--- PROVIDED RECORDS ---

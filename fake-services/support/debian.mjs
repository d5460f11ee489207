import { spawnSync } from 'node:child_process';
import { existsSync } from 'node:fs';
import { findBinaries } from '../postgres/binaries.mjs';

const onPath = (name) => spawnSync('sh', ['-c', `command -v ${name}`]).status === 0;
const hasFonts = (folder) => existsSync(`/usr/share/fonts/truetype/${folder}`);

const PRESENT = {
  postgresql: () => findBinaries() !== undefined,
  chromium: () => onPath('chromium'),
  'fonts-liberation': () => hasFonts('liberation') || hasFonts('liberation2'),
  'fonts-dejavu-core': () => hasFonts('dejavu'),
  'poppler-utils': () => onPath('pdftoppm'),
};

/** Installs the missing ones of Debian's packages as root; otherwise throws a sentence with the line to type. */
export function ensureDebianPackages(names, say) {
  const missing = names.filter((name) => !PRESENT[name]());
  if (missing.length === 0) return;
  const isRoot = process.getuid?.() === 0;
  if (!isRoot || !onPath('apt-get')) {
    throw new Error(
      `These programs are missing: ${missing.join(', ')}. Nothing was changed. Install them, then start again:\n\n` +
        `  ${isRoot ? '' : 'sudo '}apt-get install -y --no-install-recommends ${missing.join(' ')}\n`,
    );
  }
  say(`Installing Debian's ${missing.join(', ')} …`);
  const options = ['-y', '-o', 'DPkg::Lock::Timeout=300', '-o', 'Acquire::Retries=3'];
  const env = { ...process.env, DEBIAN_FRONTEND: 'noninteractive' };
  for (const args of [
    ['update', ...options],
    ['install', '--no-install-recommends', ...options, ...missing],
  ]) {
    const result = spawnSync('apt-get', args, { env, encoding: 'utf8', stdio: ['ignore', 'pipe', 'pipe'] });
    if (result.status !== 0)
      throw new Error(`apt-get ${args[0]} failed:\n${result.stdout.slice(-1500)}${result.stderr}`);
  }
}
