/** Label set over and under a line that holds only its numbers. */
function labelAround(lines: readonly CellLine[], at: number): Segment | null {
  const [above, line, under] = [lines[at - 1], lines[at], lines[at + 1]];
  const [first, over, below] = [line?.cells[0], above?.cells[0], under?.cells[0]];
  if (line === undefined || first?.meaning.kind !== 'value' || above === undefined || under === undefined) return null;
  if (over === undefined || below === undefined || above.values !== 0 || under.values !== 0) return null;
  if (
    Math.abs(over.phrase.x0 - below.phrase.x0) > over.phrase.size ||
    over.phrase.x1 > first.phrase.x0 + over.phrase.size
  )
    return null;
  if (
    first.phrase.y0 - over.phrase.y1 > 0.3 * first.phrase.size ||
    below.phrase.y0 - first.phrase.y1 > 0.3 * first.phrase.size
  )
    return null;
  const label = readLabel(labelText(`${over.phrase.text} ${below.phrase.text}`));
  if (label === null) return null;
  return {
    line,
    label: { ...label, strength: Math.min(label.strength, 0.96) },
    x0: over.phrase.x0,
    x1: Math.max(over.phrase.x1, below.phrase.x1),
    cells: line.cells,
    wrapped: [above, under],
    rowRole: null,
    tail: '',
  };
}

function segmentsOf(
  lines: readonly CellLine[],
  taken: ReadonlySet<CellLine>,
  notLabel: (cell: PageCell) => boolean,
): Segment[] {
  const segments: Segment[] = [];
  let group: Group | null = null;
  for (const [at, line] of lines.entries()) {
    if (taken.has(line)) continue;
    if (
      group !== null &&
      (group.line.line.page !== line.line.page || line.line.y0 - group.line.line.y1 > 9 * line.line.size)
    )
      group = null;
    if (!line.cells.some((cell) => NUMBERLIKE.has(cell.meaning.kind))) {
      group = groupOn(line) ?? group;
      continue;
    }
    const starts = startsOf(lines, at, notLabel);
    if (starts.length === 0) {
      const one = labelAround(lines, at) ?? rowOfGroup(line, group);
      if (one !== null) segments.push(one);
      continue;
    }
    for (const [order, start] of starts.entries()) {
      const end = starts[order + 1]?.index ?? line.cells.length;
      segments.push({
        line,
        label: start.label,
        x0: start.cell.phrase.x0,
        x1: start.x1,
        cells: line.cells.slice(start.index + 1, end),
        wrapped: start.wrapped,
        rowRole: null,
        tail: start.tail,
      });
    }
    const first = starts[0];
    if (group !== null && first !== undefined && first.cell.phrase.x0 <= group.cell.phrase.x0 + 1) group = null;
  }
  return segments;
}

type Span = { x0: number; x1: number };

function overlapping(a: Span, b: Span): boolean {
  return Math.min(a.x1, b.x1) > Math.max(a.x0, b.x0);
}

function extent(segment: Segment): Span {
  return { x0: segment.x0, x1: Math.max(segment.x1, ...segment.cells.map((cell) => cell.phrase.x1)) };
}

/** Rows under one another with their labels in one column, parted by headings and by pages. */
function runsOf(lines: readonly CellLine[], segments: readonly Segment[], taken: ReadonlySet<CellLine>): Run[] {
  const open: { segments: Segment[]; span: Span; labels: Span }[] = [];
  const index = new Map(lines.map((line, at) => [line, at]));
  for (const segment of segments) {
    const span = extent(segment);
    const home = open.findLast((run) => {
      const last = run.segments[run.segments.length - 1];
      if (last === undefined || last.line.line.page !== segment.line.line.page || last.line === segment.line)
        return false;
      if (!overlapping(run.labels, segment)) return false;
      const between = lines.slice((index.get(last.line) ?? 0) + 1, index.get(segment.line));
      return (
        !between.some((line) => isHeadingLine(line, run.span)) &&
        segment.line.line.y0 - last.line.line.y1 < 14 * segment.line.line.size
      );
    });
    if (home === undefined) open.push({ segments: [segment], span, labels: { x0: segment.x0, x1: segment.x1 } });
    else {
      home.segments.push(segment);
      home.span = { x0: Math.min(home.span.x0, span.x0), x1: Math.max(home.span.x1, span.x1) };
      home.labels = { x0: Math.min(home.labels.x0, segment.x0), x1: Math.max(home.labels.x1, segment.x1) };
    }
  }
  const busy = new Set([...taken, ...segments.map((segment) => segment.line)]);
  return open.map((run) => {
    const first = run.segments[0];
    const size = first?.line.line.size ?? 10;
    // A heading of the last column may reach further right than its numbers, but not into the next list.
    const right = Math.min(
      ...open
        .filter((other) => other !== run && other.labels.x0 > run.span.x0 + size && other.labels.x0 >= run.labels.x1)
        .map((other) => other.labels.x0 - 0.5 * size),
      run.span.x1 + 6 * size,
    );
    const within = { x0: run.span.x0 - 1.5 * size, x1: Math.max(right, run.span.x1) };
    const headings = first === undefined ? [] : headingsOver(lines, first, within, busy);
    const columns = runColumns(run.segments, headings, within);
    const named = columns.filter((column) => Object.keys(column.identity).length > 0);
    const sampleLines = named.length >= 2 ? headings.filter((line) => isFieldLine(line, within)) : [];
    return {
      segments: run.segments,
      headings,
      columns,
      sampleLines,
      sections: sectionsOf(lines, run.segments, run.span),
    };
  });
}

const NOT_RESULTS = new Set<Role>([
  'desired',
  'previous',
  'limit',
  'difference',
  'recommendation',
  'rating',
  'method',
  'date',
]);

type Found = {
  value: Value;
  cell: PageCell;
  column: RunColumn | null;
  unit: Value['unit'];
  unitPrinted: string | null;
  rating: string | null;
  /** Words just before the number on its own line: "Found", "Desired". */
  said: Role | null;
};

function columnOf(columns: readonly RunColumn[], cell: PageCell): RunColumn | null {
  return columns.find((column) => overlapping(column, cell.phrase)) ?? null;
}
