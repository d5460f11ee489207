import { readdirSync } from 'node:fs';
import path from 'node:path';
import { fileURLToPath } from 'node:url';
import { build } from 'esbuild';

// Runs after the packages are there, in a process of its own; see build.mjs.
const root = fileURLToPath(new URL('../..', import.meta.url));
// Programs the worker starts for one file each are entry points too: by name, x.child.ts and x.thread.ts.
const beside = readdirSync(path.join(root, 'lib'), { recursive: true })
  .map((file) => `lib/${file}`)
  .filter((file) => /\.(child|thread)\.ts$/.test(file));

await build({
  absWorkingDir: root,
  entryPoints: ['lib/jobs/worker.ts', ...beside],
  bundle: true,
  platform: 'node',
  format: 'esm',
  target: 'node20',
  packages: 'external',
  outbase: '.',
  outdir: '.next/worker',
  outExtension: { '.js': '.mjs' },
  sourcemap: true,
  logLevel: 'warning',
});
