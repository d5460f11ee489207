import { and, desc, eq, gt, inArray } from 'drizzle-orm';
import type { Transaction } from '@/db/client';
import { outbox } from '@/db/schema';

/** Keys of the newest letters of one kind to an address, since a moment. Only for whoever has proven to read that address. */
export async function lettersTo(
  tx: Transaction,
  asked: { address: string; kind: string; since: Date; most: number },
): Promise<string[]> {
  const rows = await tx
    .select({ key: outbox.dedupeKey })
    .from(outbox)
    .where(
      and(
        inArray(outbox.toAddress, [...new Set([asked.address, asked.address.toLowerCase()])]),
        eq(outbox.kind, asked.kind),
        gt(outbox.createdAt, asked.since),
      ),
    )
    .orderBy(desc(outbox.createdAt))
    .limit(asked.most);
  return rows.map((row) => row.key);
}
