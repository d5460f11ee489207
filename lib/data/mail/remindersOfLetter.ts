import { eq, sql } from 'drizzle-orm';
import type { Transaction } from '@/db/client';
import { outboxItem } from '@/db/schema';
import { asSiteId, type SiteId } from '@/lib/domain/ids';

/** The reminders a letter carries, by the site they stand on. */
export async function remindersOfLetter(tx: Transaction, outboxId: string): Promise<Map<SiteId, string[]>> {
  const items = await tx
    .select({
      reminderId: outboxItem.reminderId,
      site: sql<string | null>`site_of_mail(${outboxItem.reminderId})`,
    })
    .from(outboxItem)
    .where(eq(outboxItem.outboxId, outboxId));
  const found = new Map<SiteId, string[]>();
  for (const { reminderId, site } of items) {
    if (!site) continue;
    const siteId = asSiteId(site);
    found.set(siteId, [...(found.get(siteId) ?? []), reminderId]);
  }
  return found;
}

---

[WORK INSTRUCTIONS] State the number of lines in the preceding entries that include the word "Error". Provide nothing else.

[OUTPUT] 2